Safety and Efficacy of RCT-01 in Men and Women With Unilateral, Chronic Achilles Tendinosis
Status:
Terminated
Trial end date:
2017-06-01
Target enrollment:
Participant gender:
Summary
The primary purpose of this study is to assess the safety profile of RCT-01 injections as
compared to placebo injections. This study will also measure the impact these injections will
have on tendon structure and function and the symptoms of Achilles tendinosis.
28 participants will be selected for this study based on their health status, current/past
medications, and ability to adhere to protocol-related requirements. Prior to entering the
screening phase of the study, all potential study participants will have had to have at least
3 months of therapy for their unilateral, chronic (symptoms >6 months) Achilles tendinosis
directed by a certified physiotherapist without a clinical response. At the first visit and
after providing informed consent participants are evaluated against the study
inclusion/exclusion criteria and provide blood samples for screening assessments (including
virology). If suitable for study participation, participants will provide a biopsy from the
scalp from which RCT-01 will be prepared.

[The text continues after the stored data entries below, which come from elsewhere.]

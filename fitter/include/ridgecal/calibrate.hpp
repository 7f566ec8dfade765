// ridgecal: the calibration pipeline in one call, fit -> assess -> record.
//
// calibrate() is the one place where a data set becomes a calibration record:
// `ridgecal fit`, `ridgecal batch` (every unit) and library callers use it,
// so they give the same record, the same verdict and the same warnings for
// the same data and options. It chooses between the one-input fit
// (fit_calibration, calibration.hpp) and the extended fit (fit_extended,
// extended_fit.hpp: a second input, transforms, restricted powers) in one
// branch; one assessment (assess_calibration, assessment.hpp) serves both.
//
// The verdict (PASS/FAIL) is computed here, once, by the assessment, and
// stored in the record (record.decision). Everything downstream (the CLI's
// exit code and summary, `export`'s header, `report`, the batch summary)
// reads it from the record and never judges again.
//
// Example (library caller):
//
//     ridgecal::CsvOptions csv;
//     csv.setpoint_column = "setpoint";
//     const ridgecal::Dataset data = ridgecal::read_calibration_csv("run.csv", csv);
//     ridgecal::CalibrateOptions opt;
//     opt.assess.tolerance = ridgecal::ToleranceSpec{...};
//     const ridgecal::CalibrateResult r = ridgecal::calibrate(data, opt);
//     if (!r.status.ok) { /* r.status.message: too few setpoints, ... */ }
//     const std::string json = ridgecal::record_text(ridgecal::record_to_json(r.record));
#pragma once

#include <optional>
#include <string>

#include "ridgecal/assessment.hpp"
#include "ridgecal/calibration.hpp"
#include "ridgecal/calibration_csv.hpp"
#include "ridgecal/errors.hpp"
#include "ridgecal/extended_fit.hpp"
#include "ridgecal/hardware_checks.hpp"
#include "ridgecal/record.hpp"

namespace ridgecal {

struct CalibrateOptions {
  FitOptions fit;  ///< degrees, penalties, rule, split; default: the CLI's defaults
  /// Second input, transforms, restricted powers. When comp.active() the data
  /// are fitted with fit_extended (and comp.aux must match whether the data
  /// were read with an aux column); otherwise with fit_calibration. Default: none.
  ExtendedOptions comp;
  /// Tolerance, decision rule, uncertainty budget and diagnostics. Without a
  /// tolerance the record carries no decision (nothing is judged).
  AssessmentOptions assess;
  /// Hardware-fault checks on the raw data before the fit (hardware_checks.hpp);
  /// default: on, a plateau of 2 or more setpoints is bad input.
  HardwareCheckOptions hardware;
  SensorInfo sensor;  ///< copied into the record; default: empty (unnamed, unstated units)
  std::string
      created_utc;  ///< creation time for the record (ISO 8601); "" omits it (reproducible output)
  /// false (default): the record always carries the full assessment
  /// (uncertainty budget and warnings), as every written record must. true:
  /// when no tolerance is given (nothing to judge) the assessment is skipped
  /// (it costs about 15 times the fit): the record then has no uncertainty
  /// budget and no warnings. Only for callers that keep the figures but not
  /// the record (the batch's summaries-only run).
  bool skip_unjudged_assessment = false;

  /// Empty when valid, else a message naming the field, the value and the rule.
  std::string validate() const;
};

struct CalibrateResult {
  /// Failure of the fit itself, an expected numeric outcome (too few
  /// setpoints, all readings equal, too few setpoints to cross-validate): the
  /// message says which, and `record` holds nothing useful.
  Status status;
  /// The complete record on success: input (data.file, data.sha256, the row
  /// count, data.columns), sensor, creation time, tool version, calibration,
  /// and the assessment (tolerance, decision, uncertainty, warnings).
  CalibrationRecord record;

  /// The verdict stored in the record; empty without a tolerance (not judged).
  std::optional<Verdict> verdict() const;
  /// True when the record is judged and FAIL (the CLI's exit code 1).
  bool out_of_tolerance() const;
  /// True when the record is judged UNDECIDED (adequacy check; also exit code 1).
  bool undecided() const;
};

/// Fits, assesses and assembles the record of one data set.
/// Preconditions: options.validate() is empty; `data` was read with the
/// columns the options need (an aux column exactly when options.comp.aux).
/// The data's direction column (Observation::direction), when present, drives
/// the hysteresis check of one-input and extended fits alike.
/// Throws InputError for a constant or near-constant reference or reading
/// (require_variation), for a %-of-span tolerance on a zero span, and for
/// problems of the data that only the fit can see (a reading outside a transform's domain, a
/// setpoint with mixed roles, a missing aux value); returns a failed status for expected numeric
/// outcomes. Deterministic: the result depends only on `data` and `options`.
CalibrateResult calibrate(const Dataset& data, const CalibrateOptions& options);

}  // namespace ridgecal
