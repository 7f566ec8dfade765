// ridgecal: judging errors against a tolerance, and the decision rule.
//
// Rules (see docs/decision-and-uncertainty.md):
//  * simple acceptance (`simple`, the default): a point conforms when
//    |error| <= limit(reference);
//  * guarded acceptance (`guarded`): the acceptance limit is shrunk by the
//    expanded uncertainty U at that point, |error| <= limit - U; where
//    limit - U <= 0 no point can conform.
// A point exactly on the acceptance limit conforms. Each point gets one of
// three outcomes (ILAC-G8 decision-rule terms; Conformity below): it
// conforms; it does not conform (|error| > limit, the rejection zone is the
// tolerance itself under both rules); or it lies inside the tolerance but
// conformity is not shown (under guarded acceptance: inside the guard band
// limit - U < |error| <= limit; under either rule: U >= limit, a test
// uncertainty ratio of 1:1 or worse). A set passes when all of its points
// conform; it fails when any point does not conform; otherwise it is
// UNDECIDED. The verdict is FAIL when a set that counts fails, else UNDECIDED
// when one is undecided, else PASS, unless the adequacy check (AdequacyCheck below) finds the
// test error far beyond what the budget allows: the verdict is then
// UNDECIDED (not accepted, exit 1) with the reason in the statement, unless the
// user overrides it explicitly (recorded).
#pragma once

#include <cstddef>
#include <nlohmann/json.hpp>
#include <string>
#include <vector>

#include "ridgecal/tolerance.hpp"

namespace ridgecal {

enum class DecisionRule { SimpleAcceptance, GuardedAcceptance };
std::string to_string(DecisionRule r);                         ///< `simple`, `guarded`
DecisionRule decision_rule_from_string(const std::string& s);  ///< throws std::invalid_argument

/// UNDECIDED: no counted point fails, but conformity is not shown: some
/// points lie inside the tolerance but not inside the acceptance zone (guard
/// band, or U >= limit), or the adequacy check found the test error far
/// beyond the budget (see AdequacyCheck). No PASS is given; exit 1.
enum class Verdict { Pass, Fail, Undecided };
std::string to_string(Verdict v);                   ///< `PASS`, `FAIL`, `UNDECIDED`
Verdict verdict_from_string(const std::string& s);  ///< the names above (case-insensitive);
                                                    ///< throws std::invalid_argument

/// The outcome at one point, in ILAC-G8 decision-rule terms.
enum class Conformity {
  Conforms,             ///< `conforms`: |error| <= acceptance limit (and U < limit)
  NotShownGuardBand,    ///< `not-shown-guard-band`: inside the tolerance, outside the
                        ///< acceptance limit limit - U (guarded acceptance only)
  NotShownUncertainty,  ///< `not-shown-uncertainty`: inside the tolerance but U >= limit
                        ///< (test uncertainty ratio <= 1), under either rule
  DoesNotConform,       ///< `does-not-conform`: |error| > limit (or the error is not finite)
};
std::string to_string(Conformity c);
Conformity conformity_from_string(const std::string& s);  ///< throws std::invalid_argument
/// The statement for a report or a terminal, e.g. "conformity not shown (guard band)".
std::string conformity_statement(Conformity c);

/// Common practice: a test uncertainty ratio (tolerance / U) of at least 4:1.
/// Below it judge() counts the point as a low-TUR point (a warning, not a verdict).
inline constexpr double kDefaultTurWarning = 4.0;

/// One error to judge.
struct PointToJudge {
  std::size_t line = 0;  ///< line in the data file
  std::string set;       ///< e.g. `training`, `validation`, `test`, `as-found`
  double reference = 0.0;
  double error = 0.0;         ///< calibrated value - reference
  double uncertainty = 0.0;   ///< expanded uncertainty U at this point (0: none known)
  std::string setpoint = {};  ///< the setpoint label of the data row (may be empty)
};

struct PointJudgement {
  std::size_t line = 0;
  std::string set;
  double reference = 0.0;
  double error = 0.0;
  double limit = 0.0;             ///< tolerance at this reference
  double guard = 0.0;             ///< subtracted from the limit (0 under simple acceptance)
  double acceptance_limit = 0.0;  ///< max(limit - guard, 0)
  bool pass = false;              ///< conformity == Conforms
  std::string setpoint = {};      ///< the setpoint label (may be empty)
  double indicated = 0.0;         ///< the calibrated value: reference + error
  double uncertainty = 0.0;       ///< expanded uncertainty U at this point (0: none known)
  /// Test uncertainty ratio limit / U; NaN (JSON null) when U is 0 (not known).
  double tur = 0.0;
  Conformity conformity = Conformity::DoesNotConform;
};

struct SetJudgement {
  std::string name;
  std::size_t n = 0;
  std::size_t failed = 0;  ///< points that do not conform
  double max_abs_error = 0.0;
  double worst_ratio = 0.0;  ///< max |error| / limit (1 = on the tolerance)
  bool counts = true;        ///< counts for the overall verdict
  Verdict verdict = Verdict::Pass;
  /// Points inside the tolerance whose conformity is not shown (last, so that
  /// positional initialisers written before issue 14 keep their meaning).
  std::size_t not_shown = 0;
};

/// Is the test error far beyond what the uncertainty budget allows? The
/// ratio R = sqrt(mean e_i^2 / mean u0(x_i)^2) over the test points, e_i the
/// error and u0 the combined standard uncertainty without the
/// model-inadequacy term (what the fit's own scatter and the stated inputs
/// allow). R > limit is "far" (limit from a false-alarm rate measured by
/// Monte Carlo, docs/decision-and-uncertainty.md).
struct AdequacyCheck {
  bool computed = false;  ///< false: no test points, or the check is off (limit 0)
  std::size_t test_points = 0;
  double ratio = 0.0;            ///< R
  double ratio_with_term = 0.0;  ///< the same against the full combined uncertainty
  double limit = 0.0;            ///< R above this is far
  bool far = false;              ///< computed and ratio > limit
  bool overridden = false;       ///< far, and the user accepted the model explicitly
};

struct Decision {
  DecisionRule rule = DecisionRule::SimpleAcceptance;
  Verdict verdict = Verdict::Pass;
  std::string statement;  ///< the rule and the outcome in one or two sentences
  std::vector<SetJudgement> sets;
  std::vector<PointJudgement> points;

  AdequacyCheck adequacy;
  /// The test uncertainty ratio check: points judged with a known U whose
  /// limit / U is below tur_warning (a warning: the verdict does not change
  /// unless U >= limit, see Conformity).
  double tur_warning = kDefaultTurWarning;
  std::size_t low_tur_points = 0;  ///< counted points with tur < tur_warning
  double min_tur = 0.0;            ///< smallest tur over the counted points; NaN when no U
  bool pass() const { return verdict == Verdict::Pass; }
  /// A few lines for a terminal: verdict, rule, one line per set, and the
  /// first 10 points that do not conform or whose conformity is not shown.
  std::string brief() const;
  /// The statement, one line per set, and every such point (no limit).
  std::string full() const;
};

/// Judges every point; sets appear in order of first appearance. A set named
/// in `informative_sets` is judged and reported but does not count for the
/// verdict. No points gives PASS with a statement saying nothing was judged.
/// `tur_warning`: counted points with limit / U below it are named in the
/// statement (validate_tur_warning). Preconditions: tolerance.validate() and
/// validate_tur_warning(tur_warning) are empty.
Decision judge(const std::vector<PointToJudge>& points, const ToleranceSpec& tolerance,
               DecisionRule rule, const std::vector<std::string>& informative_sets = {},
               double tur_warning = kDefaultTurWarning);

/// Empty when valid, else a message naming the field, the value and the rule:
/// finite and 1 <= value <= 100 (1 turns the warning off: U >= limit is
/// already "not shown").
std::string validate_tur_warning(double tur_warning);

/// Applies the adequacy check to a judged decision: records it, and when it
/// is far turns a PASS into UNDECIDED (or, with `override_far`, keeps the PASS
/// and says so in the statement). A FAIL stays FAIL.
void apply_adequacy_check(Decision& d, AdequacyCheck check, bool override_far);

nlohmann::json to_json(const Decision& d);
Decision decision_from_json(const nlohmann::json& j,
                            const std::string& file);  ///< throws InputError

}  // namespace ridgecal
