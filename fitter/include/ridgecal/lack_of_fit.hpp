// ridgecal: the checks that use the repeats at each setpoint (issue 13): a
// lack-of-fit F test against pure error, an outlier test with a
// Bonferroni-corrected limit, a drift test between repeats, and the reworked
// structure checks whose thresholds come from a stated false-alarm rate. The
// method, threshold and source of each check are in docs/monte-carlo.md
// ("AFTER"), where their false-alarm and detection rates are measured.
//
// Repeats: the training readings taken at one setpoint (extended fits with an
// aux input: at one setpoint and one aux level, the level being the aux
// setpoint label, else the aux value rounded to cal.aux_step). All residuals
// are taken in the model's fitted output (general_model(cal)): the reference
// itself for the one-input polynomial, the transformed reference otherwise.
#pragma once

#include <cstddef>
#include <limits>
#include <nlohmann/json.hpp>
#include <string>
#include <vector>

#include "ridgecal/calibration.hpp"
#include "ridgecal/calibration_csv.hpp"
#include "ridgecal/diagnostics.hpp"

namespace ridgecal {

/// The lack-of-fit F test of the final model on its training points:
/// F = (SS_lack / df_lack) / (SS_pure / df_pure), where SS_pure is the scatter
/// of the repeats about their setpoint mean residual (df_pure = sum of
/// (repeats - 1)), SS_lack = sum over setpoints of repeats * (mean residual)^2
/// (df_lack = setpoints - effective parameters of the fit, ridge filter
/// factors included), p = P(F(df_lack, df_pure) > F).
struct LackOfFit {
  bool computed = false;               ///< false: no setpoint with >= 2 repeats, or df_lack < 1
  std::size_t setpoints = 0;           ///< training setpoint groups
  std::size_t repeated_setpoints = 0;  ///< of which with >= 2 readings
  double f = std::numeric_limits<double>::quiet_NaN();
  double df_lack = std::numeric_limits<double>::quiet_NaN();  ///< may be fractional (ridge)
  double df_pure = std::numeric_limits<double>::quiet_NaN();
  double p = std::numeric_limits<double>::quiet_NaN();
  double alpha = std::numeric_limits<double>::quiet_NaN();  ///< the warning threshold applied
  std::string worst_setpoint;  ///< the setpoint contributing most to SS_lack
};

/// The test (never throws for the data; computed = false when it cannot run).
/// `data` may be empty (aux levels then come from rounding the aux values).
LackOfFit lack_of_fit_test(const Dataset& data, const Calibration& cal, double alpha);

nlohmann::json to_json(const LackOfFit& l);
LackOfFit lack_of_fit_from_json(const nlohmann::json& j, const std::string& file);  ///< InputError

/// P(F > f) for the F distribution with (d1, d2) degrees of freedom (Boost.Math;
/// cross-checked against scipy.stats.f.sf in test_lack_of_fit). NaN for
/// invalid arguments.
double f_distribution_sf(double f, double d1, double d2);
/// The two-sided critical value of Student's t: the t with P(|T| > t) = a,
/// df degrees of freedom (Boost.Math). NaN for invalid arguments.
double student_t_two_sided_critical(double a, double df);
/// P(|T| > |t|) for Student's t with df degrees of freedom.
double student_t_two_sided_p(double t, double df);

// The checks diagnose_fit registers (each returns the warnings it raises).

/// `lack-of-fit` when the test ran and p < o.lack_of_fit_alpha.
std::vector<Warning> check_lack_of_fit(const LackOfFit& lof);
/// `outlier`, Bonferroni-corrected: a reading at a setpoint with repeats is
/// compared with the mean of the other repeats there, scaled by the pooled
/// repeat scatter of itself and its nearest setpoints (a Student t under a
/// normal noise that changes slowly along the range); a reading without
/// repeats by its externally studentized residual. The limit is the t of a
/// family-wise false-alarm rate o.outlier_alpha over all readings tested. At
/// most one warning per setpoint (its most extreme reading).
std::vector<Warning> check_outliers_bonferroni(const Dataset& data, const Calibration& cal,
                                               const DiagnosticOptions& o);
/// `drift-between-repeats`: the pooled within-setpoint slope of the residual
/// against the repeat's order in the file (its line), t-tested against the
/// remaining pure error; warns when p < o.drift_alpha. Skipped when the data
/// has sweep directions (up/down order would alias hysteresis).
std::vector<Warning> check_repeat_drift(const Dataset& data, const Calibration& cal,
                                        const DiagnosticOptions& o);
/// `few-setpoints-per-coefficient`: fewer than o.min_spare_setpoints training
/// setpoints beyond the number of coefficients (terms): the curve then passes
/// through every setpoint mean, and nothing in the data checks its shape
/// between setpoints (the lack-of-fit test has no degree of freedom).
std::vector<Warning> check_spare_setpoints(const Calibration& cal, const DiagnosticOptions& o);
/// `test-much-worse-than-validation` as an F test: (test RMSE / validation
/// RMSE)^2 against F(test setpoints, validated setpoints), p < o.test_alpha
/// (setpoints as the independent units: the errors at one setpoint share its
/// reference error and the curve's error there).
std::vector<Warning> check_test_vs_validation_f(const Calibration& cal, const DiagnosticOptions& o);
/// check_grid_edges without the high-edge warning (a) when the next higher
/// candidate degree (or aux degree) was dropped for lack of setpoints: then
/// the grid is not the limit, the data are (a note of the selection); and (b)
/// when `lof` ran and found no lack of fit: then the top degree suffices, and
/// a higher one would only fit noise (cross-validation picks the top of the
/// grid by chance as well). `lof` may be null (no such evidence).
std::vector<Warning> check_grid_edges_feasible(const Calibration& cal,
                                               const LackOfFit* lof = nullptr);

}  // namespace ridgecal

Baseline evaluations of participants' overall health and tendinosis, in particular, will be
performed on the day of injection. Once all baseline assessments have been completed, the
tendon to be treated will be anesthetized and will receive ultrasound-guided injections of
either placebo (cryomedium) or RCT-01.
All participants will return to the clinic for repeat assessments of their unilateral
Achilles tendinosis and overall health at seven (7) visits over the following 6 months.
Participants will also complete an eccentric training physiotherapy program under the
guidance of a certified physiotherapist for two (2) months after receipt of injections. Total
duration of patient participation is approximately eight (8) months.